:: EXERCISE REQUIREMENTS ::
In the records below, find each line with "fetchone" and copy it.

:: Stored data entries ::

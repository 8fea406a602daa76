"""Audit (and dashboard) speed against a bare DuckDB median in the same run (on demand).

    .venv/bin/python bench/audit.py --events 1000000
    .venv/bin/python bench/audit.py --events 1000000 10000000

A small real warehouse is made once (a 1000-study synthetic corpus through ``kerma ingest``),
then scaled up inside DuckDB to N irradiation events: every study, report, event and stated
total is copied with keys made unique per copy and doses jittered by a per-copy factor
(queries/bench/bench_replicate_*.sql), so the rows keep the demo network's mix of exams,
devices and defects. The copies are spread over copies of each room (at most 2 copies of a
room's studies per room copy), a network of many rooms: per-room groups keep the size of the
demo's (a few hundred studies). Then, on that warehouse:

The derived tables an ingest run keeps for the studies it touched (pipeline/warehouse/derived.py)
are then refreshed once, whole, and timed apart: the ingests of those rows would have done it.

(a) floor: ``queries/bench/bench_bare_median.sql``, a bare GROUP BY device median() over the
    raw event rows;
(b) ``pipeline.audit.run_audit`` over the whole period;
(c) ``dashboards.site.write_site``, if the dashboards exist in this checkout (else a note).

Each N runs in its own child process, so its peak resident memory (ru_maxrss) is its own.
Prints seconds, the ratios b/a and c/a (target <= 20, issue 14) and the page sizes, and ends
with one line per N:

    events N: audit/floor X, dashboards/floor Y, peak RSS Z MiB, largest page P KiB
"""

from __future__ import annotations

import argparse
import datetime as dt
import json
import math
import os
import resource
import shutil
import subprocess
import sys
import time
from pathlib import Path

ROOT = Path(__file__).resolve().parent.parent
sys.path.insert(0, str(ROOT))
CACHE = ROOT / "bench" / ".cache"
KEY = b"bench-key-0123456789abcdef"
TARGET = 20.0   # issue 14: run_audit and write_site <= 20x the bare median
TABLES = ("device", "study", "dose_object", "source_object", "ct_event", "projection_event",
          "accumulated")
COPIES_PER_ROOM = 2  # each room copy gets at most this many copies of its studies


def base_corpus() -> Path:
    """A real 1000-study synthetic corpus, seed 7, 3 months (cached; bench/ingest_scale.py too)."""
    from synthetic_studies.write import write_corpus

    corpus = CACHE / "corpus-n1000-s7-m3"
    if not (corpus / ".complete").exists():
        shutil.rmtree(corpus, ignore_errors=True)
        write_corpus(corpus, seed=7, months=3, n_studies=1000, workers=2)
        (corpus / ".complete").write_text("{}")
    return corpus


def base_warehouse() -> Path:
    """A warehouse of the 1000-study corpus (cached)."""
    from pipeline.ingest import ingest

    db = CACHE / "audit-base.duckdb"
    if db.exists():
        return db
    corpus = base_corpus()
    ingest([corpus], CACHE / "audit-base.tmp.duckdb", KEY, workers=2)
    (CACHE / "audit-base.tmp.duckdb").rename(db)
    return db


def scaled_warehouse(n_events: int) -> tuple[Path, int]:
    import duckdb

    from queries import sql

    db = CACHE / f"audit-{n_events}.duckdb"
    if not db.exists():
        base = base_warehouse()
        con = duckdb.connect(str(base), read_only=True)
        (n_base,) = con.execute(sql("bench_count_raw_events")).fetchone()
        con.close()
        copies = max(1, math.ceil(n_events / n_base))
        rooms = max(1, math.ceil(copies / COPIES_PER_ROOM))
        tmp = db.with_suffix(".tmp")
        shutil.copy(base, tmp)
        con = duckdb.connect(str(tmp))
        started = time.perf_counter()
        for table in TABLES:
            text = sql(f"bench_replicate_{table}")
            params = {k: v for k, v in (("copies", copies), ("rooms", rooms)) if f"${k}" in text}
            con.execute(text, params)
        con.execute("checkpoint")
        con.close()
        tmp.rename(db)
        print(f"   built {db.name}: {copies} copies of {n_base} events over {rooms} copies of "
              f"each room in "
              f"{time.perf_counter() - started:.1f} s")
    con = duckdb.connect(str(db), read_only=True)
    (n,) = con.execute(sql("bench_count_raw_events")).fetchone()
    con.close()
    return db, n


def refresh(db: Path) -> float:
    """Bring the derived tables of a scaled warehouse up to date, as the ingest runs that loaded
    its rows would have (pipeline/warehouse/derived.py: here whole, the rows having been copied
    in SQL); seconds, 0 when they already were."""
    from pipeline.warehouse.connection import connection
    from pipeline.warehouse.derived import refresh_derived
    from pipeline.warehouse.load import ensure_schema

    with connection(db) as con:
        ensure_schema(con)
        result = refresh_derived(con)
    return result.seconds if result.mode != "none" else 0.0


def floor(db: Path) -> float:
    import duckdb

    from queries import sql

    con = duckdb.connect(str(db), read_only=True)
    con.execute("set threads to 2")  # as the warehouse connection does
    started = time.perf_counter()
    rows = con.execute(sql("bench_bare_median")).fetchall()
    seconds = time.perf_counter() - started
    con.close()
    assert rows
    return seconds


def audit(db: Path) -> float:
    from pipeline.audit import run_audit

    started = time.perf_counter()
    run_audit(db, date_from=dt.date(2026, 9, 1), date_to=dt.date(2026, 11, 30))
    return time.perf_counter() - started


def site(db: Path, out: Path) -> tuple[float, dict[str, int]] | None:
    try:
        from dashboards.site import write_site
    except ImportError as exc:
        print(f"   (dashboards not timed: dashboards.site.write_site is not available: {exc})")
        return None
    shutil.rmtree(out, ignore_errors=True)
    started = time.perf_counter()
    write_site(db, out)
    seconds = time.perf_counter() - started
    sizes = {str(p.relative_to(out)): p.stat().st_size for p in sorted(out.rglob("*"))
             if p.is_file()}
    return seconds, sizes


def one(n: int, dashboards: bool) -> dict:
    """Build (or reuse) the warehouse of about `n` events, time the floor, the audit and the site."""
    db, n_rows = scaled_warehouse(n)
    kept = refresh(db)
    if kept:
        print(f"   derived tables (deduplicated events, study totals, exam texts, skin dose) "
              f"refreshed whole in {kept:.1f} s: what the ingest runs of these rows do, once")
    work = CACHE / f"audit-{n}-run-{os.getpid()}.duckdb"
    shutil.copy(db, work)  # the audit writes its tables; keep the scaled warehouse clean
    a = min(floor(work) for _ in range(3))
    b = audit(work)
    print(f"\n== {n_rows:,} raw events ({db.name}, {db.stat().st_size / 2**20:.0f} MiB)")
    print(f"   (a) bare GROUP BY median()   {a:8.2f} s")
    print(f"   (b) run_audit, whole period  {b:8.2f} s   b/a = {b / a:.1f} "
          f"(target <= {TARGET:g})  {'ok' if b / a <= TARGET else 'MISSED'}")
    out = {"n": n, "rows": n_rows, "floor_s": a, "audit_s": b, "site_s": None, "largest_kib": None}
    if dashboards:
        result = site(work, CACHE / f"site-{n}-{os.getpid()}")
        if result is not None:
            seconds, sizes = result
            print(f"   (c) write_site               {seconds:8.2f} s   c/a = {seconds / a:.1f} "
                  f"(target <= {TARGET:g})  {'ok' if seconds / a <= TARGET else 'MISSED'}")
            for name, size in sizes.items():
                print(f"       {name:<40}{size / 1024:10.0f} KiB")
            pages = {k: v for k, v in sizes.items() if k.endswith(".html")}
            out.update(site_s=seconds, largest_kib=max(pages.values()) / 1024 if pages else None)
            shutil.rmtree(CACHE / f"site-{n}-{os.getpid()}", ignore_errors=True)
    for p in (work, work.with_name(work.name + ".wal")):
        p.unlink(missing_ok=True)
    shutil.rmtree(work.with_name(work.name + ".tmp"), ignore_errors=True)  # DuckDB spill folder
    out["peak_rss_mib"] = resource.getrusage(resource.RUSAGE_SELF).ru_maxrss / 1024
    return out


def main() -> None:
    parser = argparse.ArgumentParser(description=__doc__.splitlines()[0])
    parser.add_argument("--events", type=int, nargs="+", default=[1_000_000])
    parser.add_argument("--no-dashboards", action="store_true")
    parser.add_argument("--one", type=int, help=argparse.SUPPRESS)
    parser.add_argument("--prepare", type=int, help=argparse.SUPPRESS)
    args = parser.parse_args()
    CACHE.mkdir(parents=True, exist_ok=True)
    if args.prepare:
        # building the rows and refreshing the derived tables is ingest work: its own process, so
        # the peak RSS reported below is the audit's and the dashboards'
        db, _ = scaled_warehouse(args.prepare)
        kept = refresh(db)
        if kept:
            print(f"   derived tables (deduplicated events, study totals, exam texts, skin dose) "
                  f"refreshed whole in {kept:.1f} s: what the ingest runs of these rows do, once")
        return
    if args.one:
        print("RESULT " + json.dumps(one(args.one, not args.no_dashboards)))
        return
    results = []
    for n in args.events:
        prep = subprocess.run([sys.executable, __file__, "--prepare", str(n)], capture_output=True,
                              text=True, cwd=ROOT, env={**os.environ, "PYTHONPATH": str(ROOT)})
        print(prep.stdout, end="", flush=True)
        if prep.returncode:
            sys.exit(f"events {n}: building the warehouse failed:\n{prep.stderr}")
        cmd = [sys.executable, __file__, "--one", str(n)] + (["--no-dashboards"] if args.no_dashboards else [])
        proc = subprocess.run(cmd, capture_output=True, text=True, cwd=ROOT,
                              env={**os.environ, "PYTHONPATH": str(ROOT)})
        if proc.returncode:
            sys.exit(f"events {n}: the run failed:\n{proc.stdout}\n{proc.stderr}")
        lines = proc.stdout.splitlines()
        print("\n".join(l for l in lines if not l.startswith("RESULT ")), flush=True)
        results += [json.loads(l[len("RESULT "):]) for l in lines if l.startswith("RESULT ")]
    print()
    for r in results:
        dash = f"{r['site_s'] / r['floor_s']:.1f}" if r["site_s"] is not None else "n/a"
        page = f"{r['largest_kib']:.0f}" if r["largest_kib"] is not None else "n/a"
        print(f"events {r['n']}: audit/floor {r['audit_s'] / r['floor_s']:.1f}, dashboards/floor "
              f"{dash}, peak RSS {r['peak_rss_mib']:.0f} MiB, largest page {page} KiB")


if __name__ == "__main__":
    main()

:: RESPONSE TO THE TASK ::
        (n_base,) = con.execute(sql("bench_count_raw_events")).fetchone()
    (n,) = con.execute(sql("bench_count_raw_events")).fetchone()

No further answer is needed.